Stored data
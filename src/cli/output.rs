//! Every line the commands print goes through here: `out!`/`outln!` for standard output,
//! `note!`/`noteln!` for standard error.
//!
//! A closed standard output (`photoledger simulate ... | head -3`, `| true`) is not an error: the
//! reader took what it wanted. The first write that finds the pipe closed marks standard output
//! closed; later writes are dropped, the command finishes its work (its files are written as
//! usual) and the program exits with its ordinary code, 0 on success, with nothing said.
//! (Rust ignores SIGPIPE, so without this every `println!` after the reader left would panic.)
//! Any other failure to write standard output (a full disk behind `> file`) is a file error.
//! Writes to standard error never fail a command: if it is closed, the notes are lost.

use photoledger::Error;
use std::io::{ErrorKind, Write};
use std::sync::atomic::{AtomicBool, Ordering};

static STDOUT_CLOSED: AtomicBool = AtomicBool::new(false);

/// Write `args` to standard output. A closed pipe ends printing quietly (`Ok`); any other
/// failure is an [`Error::Io`] on "standard output".
pub fn stdout(args: std::fmt::Arguments) -> photoledger::Result<()> {
    if STDOUT_CLOSED.load(Ordering::Relaxed) {
        return Ok(());
    }
    let mut out = std::io::stdout().lock();
    match out.write_fmt(args).and_then(|()| out.flush()) {
        Ok(()) => Ok(()),
        Err(e) if e.kind() == ErrorKind::BrokenPipe => {
            STDOUT_CLOSED.store(true, Ordering::Relaxed);
            Ok(())
        }
        Err(source) => Err(Error::Io {
            path: "standard output".into(),
            source,
        }),
    }
}

/// Write `args` to standard error, ignoring any failure (a closed stderr loses the note).
pub fn stderr(args: std::fmt::Arguments) {
    let _ = std::io::stderr().lock().write_fmt(args);
}

/// `print!` through [`stdout`]: evaluates to `photoledger::Result<()>`, so write `out!(...)?`.
macro_rules! out {
    ($($arg:tt)*) => { $crate::cli::output::stdout(format_args!($($arg)*)) };
}

/// `println!` through [`stdout`]: evaluates to `photoledger::Result<()>`, so write `outln!(...)?`.
macro_rules! outln {
    () => { $crate::cli::output::stdout(format_args!("\n")) };
    ($($arg:tt)*) => { $crate::cli::output::stdout(format_args!("{}\n", format_args!($($arg)*))) };
}

/// `eprint!` through [`stderr`], never failing.
#[allow(unused_macros)]
macro_rules! note {
    ($($arg:tt)*) => { $crate::cli::output::stderr(format_args!($($arg)*)) };
}

/// `eprintln!` through [`stderr`], never failing.
macro_rules! noteln {
    ($($arg:tt)*) => { $crate::cli::output::stderr(format_args!("{}\n", format_args!($($arg)*))) };
}

#[allow(unused_imports)]
pub(crate) use {note, noteln, out, outln};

Exercise
The entries above must be output exactly, with every line preserved.

Reply
filename src/cli/output.rs
//! Every line the commands print goes through here: `out!`/`outln!` for standard output,
//! `note!`/`noteln!` for standard error.
//!
//! A closed standard output (`photoledger simulate ... | head -3`, `| true`) is not an error: the
//! reader took what it wanted. The first write that finds the pipe closed marks standard output
//! closed; later writes are dropped, the command finishes its work (its files are written as
//! usual) and the program exits with its ordinary code, 0 on success, with nothing said.
//! (Rust ignores SIGPIPE, so without this every `println!` after the reader left would panic.)
//! Any other failure to write standard output (a full disk behind `> file`) is a file error.
//! Writes to standard error never fail a command: if it is closed, the notes are lost.

use photoledger::Error;
use std::io::{ErrorKind, Write};
use std::sync::atomic::{AtomicBool, Ordering};

static STDOUT_CLOSED: AtomicBool = AtomicBool::new(false);

/// Write `args` to standard output. A closed pipe ends printing quietly (`Ok`); any other
/// failure is an [`Error::Io`] on "standard output".
pub fn stdout(args: std::fmt::Arguments) -> photoledger::Result<()> {
    if STDOUT_CLOSED.load(Ordering::Relaxed) {
        return Ok(());
    }
    let mut out = std::io::stdout().lock();
    match out.write_fmt(args).and_then(|()| out.flush()) {
        Ok(()) => Ok(()),
        Err(e) if e.kind() == ErrorKind::BrokenPipe => {
            STDOUT_CLOSED.store(true, Ordering::Relaxed);
            Ok(())
        }
        Err(source) => Err(Error::Io {
            path: "standard output".into(),
            source,
        }),
    }
}

/// Write `args` to standard error, ignoring any failure (a closed stderr loses the note).
pub fn stderr(args: std::fmt::Arguments) {
    let _ = std::io::stderr().lock().write_fmt(args);
}

/// `print!` through [`stdout`]: evaluates to `photoledger::Result<()>`, so write `out!(...)?`.
macro_rules! out {
    ($($arg:tt)*) => { $crate::cli::output::stdout(format_args!($($arg)*)) };
}

/// `println!` through [`stdout`]: evaluates to `photoledger::Result<()>`, so write `outln!(...)?`.
macro_rules! outln {
    () => { $crate::cli::output::stdout(format_args!("\n")) };
    ($($arg:tt)*) => { $crate::cli::output::stdout(format_args!("{}\n", format_args!($($arg)*))) };
}

/// `eprint!` through [`stderr`], never failing.
#[allow(unused_macros)]
macro_rules! note {
    ($($arg:tt)*) => { $crate::cli::output::stderr(format_args!($($arg)*)) };
}

/// `eprintln!` through [`stderr`], never failing.
macro_rules! noteln {
    ($($arg:tt)*) => { $crate::cli::output::stderr(format_args!("{}\n", format_args!($($arg)*))) };
}

#[allow(unused_imports)]
pub(crate) use {note, noteln, out, outln};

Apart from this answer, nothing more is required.